[patch 1/1][NETNS][IPV6] protect addrconf from loopback registration

Daniel Lezcano <dlezcano at fr.ibm.com> writes:

> Eric W. Biederman wrote:
>> "Denis V. Lunev" <den at sw.ru> writes:
>>>> Index: linux-2.6-netns/net/ipv6/addrconf.c
>>>> ===================================================================
>>>> --- linux-2.6-netns.orig/net/ipv6/addrconf.c
>>>> +++ linux-2.6-netns/net/ipv6/addrconf.c
>>>> @@ -2272,7 +2272,8 @@ static int addrconf_notify(struct notifi
>>>>   	switch(event) {
>>>>  	case NETDEV_REGISTER:
>>>> -		if (!idev && dev->mtu >= IPV6_MIN_MTU) {
>>>> +		if (!(dev->flags & IFF_LOOPBACK) &&
>>>> +		    !idev && dev->mtu >= IPV6_MIN_MTU) {
>> It is idev being true here for the loopback device that would
>> prevent things not missing the REGISTER event.
>> Hmm.  But we do call ipv6_add_dev on loopback and now the loopback
>> device is practically guaranteed to be the first device so we can
>> probably just remove the special case in addrconf_init.
>> Anyway Daniels patch makes increasingly less sense the more I look
>> at it.
> Let me try to clarify:
>  * when the init network namespace is created, the loopback is created first,
> before ipv6, and the notifier call chain for ipv6 is not setup, so the protocol
> does not receive the REGISTER event
>  * when the init network namespace is destroyed during shutdown, the loopback is
> not unregistered, so there is no UNREGISTER event

* When addrconf_init calls register_netdevice_notifier we receive
  NETDEV_REGISTER and NETDEV_UP for all network devices that are in
  the system including the loopback device.

>  * when we create a new network namespace, a new instance of the loopback is
> created and a NETDEV_REGISTER is sent to ipv6 because the notifier call chain
> has been setup by the init netns (while ipv6 protocol is not yet configured for
> the namespace which is being created)

Possibly there may be some ordering issues here.

>  * when the network namespace exits, the loopback is unregistered after the ipv6
> protocol but the NETDEV_UNREGISTER is sent to addrconf_notify while the ipv6
> protocol has been destroyed.
> The objective of the patch is to discard these events because they were never
> taken into account and they are not expected to be receive by ipv6 protocol.

My opinion is that both your analysis is slightly off (as to the cause
of your problems) and that your approach to fix your problem is wrong
because you don't untangle the knot you keep it.
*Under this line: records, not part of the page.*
"""The output against the driver over the cycle, from a sweep (vectorised over its arrays).

The velocity ratio and mechanical advantage are those of :mod:`kinematics.instantaneous.advantage`
at one pose, in its units; the output's rate is the one the check report uses (an output point's
rate along its fixed slide, or along its path's principal direction), signed, so that a toggle of
the output (its rate through zero: the advantage infinite, the output locks against a load) shows
as a change of sign between two swept poses.
"""

from __future__ import annotations

from dataclasses import dataclass

import numpy as np

from ..errors import KinematicsError
from ..instantaneous.advantage import LOCKED
from .measures import clear_of_dead_points, output_coordinate, rate_zeros
from .sweep import Sweep


@dataclass(frozen=True)
class CycleAdvantage:
    """Velocity ratio (``unit``) and mechanical advantage (``advantage_unit``, inf where the output
    locks) at every swept driver angle. ``least_advantage`` is the least |advantage| and
    ``least_at_deg`` where (a rocking driver's samples next to its dead points left out, as the
    peaks do: the advantage falls to zero there); ``locks_at_deg`` where the output locks."""

    output: str
    unit: str
    advantage_unit: str
    driver_angle_deg: np.ndarray
    velocity_ratio: np.ndarray
    mechanical_advantage: np.ndarray
    least_advantage: float
    least_at_deg: float
    locks_at_deg: tuple

    def as_dict(self) -> dict:
        """The summary in SI for JSON (the arrays are left to the CSV)."""
        return {"output": self.output, "unit": self.unit, "advantage_unit": self.advantage_unit,
                "least_advantage": self.least_advantage, "least_at_deg": self.least_at_deg,
                "locks_at_deg": list(self.locks_at_deg)}


def advantage_over_cycle(result: Sweep) -> CycleAdvantage:
    """The output's velocity ratio and mechanical advantage over the sweep."""
    mech = result.mechanism
    found = output_coordinate(mech, result)
    if found is None:
        raise KinematicsError("the file names no output: no velocity ratio or mechanical advantage", "output")
    omega = mech.driver.speed_rad_s
    if omega == 0.0:
        raise KinematicsError("the driver's speed is zero: the sweep's rates give no velocity ratio",
                              "driver.speed")
    name, _, unit, rate, _ = found
    angular = unit == "°"
    scale = 1.0 if angular else mech.size * mech.metres_per_unit
    ratio = np.asarray(rate, float) / omega
    # Rounding leaves a toggle pose a rate of a few ulps: the same threshold as at one pose.
    ratio = np.where(np.abs(ratio) <= LOCKED * scale, 0.0, ratio)
    with np.errstate(divide="ignore"):
        advantage = np.where(ratio == 0.0, np.inf, 1.0 / np.where(ratio == 0.0, 1.0, ratio))
    angles = result.driver_angle_deg
    clear = np.flatnonzero(clear_of_dead_points(result))
    least = int(clear[np.argmax(np.abs(ratio[clear]))])
    _, locks = rate_zeros(angles, ratio, result.full_turn)
    return CycleAdvantage(output=name, unit="rad/rad" if angular else "m/rad",
                          advantage_unit="N·m/N·m" if angular else "N/(N·m)", driver_angle_deg=angles,
                          velocity_ratio=ratio, mechanical_advantage=advantage,
                          least_advantage=float(abs(advantage[least])), least_at_deg=float(angles[least]),
                          locks_at_deg=tuple(a % 360.0 for a in locks))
I have register_pernet_subsys and register_per_net_device to ensure
that when we create a new network namespace all of the subsystems are
initialized before the network devices are initialize.  So ipv6 should
be ready before we initialize the new loopback device comes into

The preservation of the order of the network namespace callbacks
ensures that the loopback device will be the first network device
registered, and if it helps we can take advantage of that in reference
to the weirdness from the comment below.

	/* The addrconf netdev notifier requires that loopback_dev
	 * has it's ipv6 private information allocated and setup
	 * before it can bring up and give link-local addresses
	 * to other devices which are up.
	 * Unfortunately, loopback_dev is not necessarily the first
	 * entry in the global dev_base list of net devices.  In fact,
	 * it is likely to be the very last entry on that list.
	 * So this causes the notifier registry below to try and
	 * give link-local addresses to all devices besides loopback_dev
	 * first, then loopback_dev, which cases all the non-loopback_dev
	 * devices to fail to get a link-local address.
	 * So, as a temporary fix, allocate the ipv6 structure for
	 * loopback_dev first by hand.
	 * Longer term, all of the dependencies ipv6 has upon the loopback
	 * device and it being up should be removed.

We can just special case registration of the loopback device to
	ip6_null_entry.u.dst.dev = init_net.loopback_dev;
	ip6_null_entry.rt6i_idev = in6_dev_get(init_net.loopback_dev);
	ip6_prohibit_entry.u.dst.dev = init_net.loopback_dev;
	ip6_prohibit_entry.rt6i_idev = in6_dev_get(init_net.loopback_dev);
	ip6_blk_hole_entry.u.dst.dev = init_net.loopback_dev;
	ip6_blk_hole_entry.rt6i_idev = in6_dev_get(init_net.loopback_dev);

Which would remove the special case from addrconf_init.